TASK GOAL → Repeat the records below verbatim.

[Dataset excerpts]
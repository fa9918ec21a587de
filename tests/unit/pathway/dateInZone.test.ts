import { describe, expect, it } from 'vitest'
import { dateInZone } from '../../../shared/pathway'
import { localDate, zoneOffsetMs } from '../../../shared/appointments/time'

// dateInZone looks a zone's offset up once per UTC day; Intl's answer (localDate) is the reference.
// Zones with a half-hour summer shift (Lord Howe), quarter-hour offsets (Kathmandu, Chatham), a
// date-line move (Apia skipped 30 December 2011) and the usual one-hour changes: common practice,
// IANA tz database zone names.
const ZONES = [
  'Europe/London',
  'America/New_York',
  'Australia/Lord_Howe',
  'Asia/Kathmandu',
  'Pacific/Chatham',
  'Pacific/Apia',
  'America/St_Johns',
  'UTC',
]

describe("an instant's date on the clinic's calendar", () => {
  it('when instants step every 2 h 13 min 7 s through 2011–2012 and 2026–2027, then every zone agrees with Intl', () => {
    const spans = [
      [Date.UTC(2011, 0, 1), Date.UTC(2012, 11, 31)],
      [Date.UTC(2026, 0, 1), Date.UTC(2027, 11, 31)],
    ]
    for (const zone of ZONES)
      for (const [from, to] of spans)
        for (let ms = from!; ms < to!; ms += 7_987_000) {
          const at = new Date(ms)
          expect(dateInZone(at, zone), `${zone} ${at.toISOString()}`).toBe(localDate(at, zone))
        }
  })

  it('when a day has a clock change, then every 5 minutes of it and of the days either side agree with Intl', () => {
    const DAY = 86_400_000
    for (const zone of ZONES)
      for (let day = Date.UTC(2011, 0, 1) / DAY; day < Date.UTC(2027, 11, 31) / DAY; day++) {
        if (day === Date.UTC(2013, 0, 1) / DAY) day = Date.UTC(2026, 0, 1) / DAY
        if (zoneOffsetMs(new Date(day * DAY), zone) === zoneOffsetMs(new Date((day + 1) * DAY - 1000), zone)) continue
        for (let ms = (day - 1) * DAY; ms < (day + 2) * DAY; ms += 300_000) {
          const at = new Date(ms)
          expect(dateInZone(at, zone), `${zone} ${at.toISOString()}`).toBe(localDate(at, zone))
        }
      }
  })

  it('when the clocks change in London, then the minutes either side of each change are on the right day', () => {
    // 29 March 2026 01:00 UTC: BST begins; 25 October 2026 01:00 UTC: it ends (GOV.UK "When do the clocks change").
    for (const iso of ['2026-03-29T00:59:59Z', '2026-03-29T01:00:00Z', '2026-10-24T23:00:00Z', '2026-10-24T22:59:59Z'])
      expect(dateInZone(iso, 'Europe/London')).toBe(localDate(new Date(iso), 'Europe/London'))
    expect(dateInZone('2026-10-24T23:30:00Z', 'Europe/London')).toBe('2026-10-25')
    expect(dateInZone('2026-10-24T22:30:00Z', 'Europe/London')).toBe('2026-10-24')
  })

  it("when a time is far outside the clinic years, then it still gets Intl's date", () => {
    expect(dateInZone('1850-06-01T12:00:00Z', 'Europe/London')).toBe(localDate(new Date('1850-06-01T12:00:00Z'), 'Europe/London'))
  })
})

TASK SOLUTION →
repository fa9918ec21a587de
filename tests/unit/pathway/dateInZone.test.ts
import { describe, expect, it } from 'vitest'
import { dateInZone } from '../../../shared/pathway'
import { localDate, zoneOffsetMs } from '../../../shared/appointments/time'

// dateInZone looks a zone's offset up once per UTC day; Intl's answer (localDate) is the reference.
// Zones with a half-hour summer shift (Lord Howe), quarter-hour offsets (Kathmandu, Chatham), a
// date-line move (Apia skipped 30 December 2011) and the usual one-hour changes: common practice,
// IANA tz database zone names.
const ZONES = [
  'Europe/London',
  'America/New_York',
  'Australia/Lord_Howe',
  'Asia/Kathmandu',
  'Pacific/Chatham',
  'Pacific/Apia',
  'America/St_Johns',
  'UTC',
]

describe("an instant's date on the clinic's calendar", () => {
  it('when instants step every 2 h 13 min 7 s through 2011–2012 and 2026–2027, then every zone agrees with Intl', () => {
    const spans = [
      [Date.UTC(2011, 0, 1), Date.UTC(2012, 11, 31)],
      [Date.UTC(2026, 0, 1), Date.UTC(2027, 11, 31)],
    ]
    for (const zone of ZONES)
      for (const [from, to] of spans)
        for (let ms = from!; ms < to!; ms += 7_987_000) {
          const at = new Date(ms)
          expect(dateInZone(at, zone), `${zone} ${at.toISOString()}`).toBe(localDate(at, zone))
        }
  })

  it('when a day has a clock change, then every 5 minutes of it and of the days either side agree with Intl', () => {
    const DAY = 86_400_000
    for (const zone of ZONES)
      for (let day = Date.UTC(2011, 0, 1) / DAY; day < Date.UTC(2027, 11, 31) / DAY; day++) {
        if (day === Date.UTC(2013, 0, 1) / DAY) day = Date.UTC(2026, 0, 1) / DAY
        if (zoneOffsetMs(new Date(day * DAY), zone) === zoneOffsetMs(new Date((day + 1) * DAY - 1000), zone)) continue
        for (let ms = (day - 1) * DAY; ms < (day + 2) * DAY; ms += 300_000) {
          const at = new Date(ms)
          expect(dateInZone(at, zone), `${zone} ${at.toISOString()}`).toBe(localDate(at, zone))
        }
      }
  })

  it('when the clocks change in London, then the minutes either side of each change are on the right day', () => {
    // 29 March 2026 01:00 UTC: BST begins; 25 October 2026 01:00 UTC: it ends (GOV.UK "When do the clocks change").
    for (const iso of ['2026-03-29T00:59:59Z', '2026-03-29T01:00:00Z', '2026-10-24T23:00:00Z', '2026-10-24T22:59:59Z'])
      expect(dateInZone(iso, 'Europe/London')).toBe(localDate(new Date(iso), 'Europe/London'))
    expect(dateInZone('2026-10-24T23:30:00Z', 'Europe/London')).toBe('2026-10-25')
    expect(dateInZone('2026-10-24T22:30:00Z', 'Europe/London')).toBe('2026-10-24')
  })

  it("when a time is far outside the clinic years, then it still gets Intl's date", () => {
    expect(dateInZone('1850-06-01T12:00:00Z', 'Europe/London')).toBe(localDate(new Date('1850-06-01T12:00:00Z'), 'Europe/London'))
  })
})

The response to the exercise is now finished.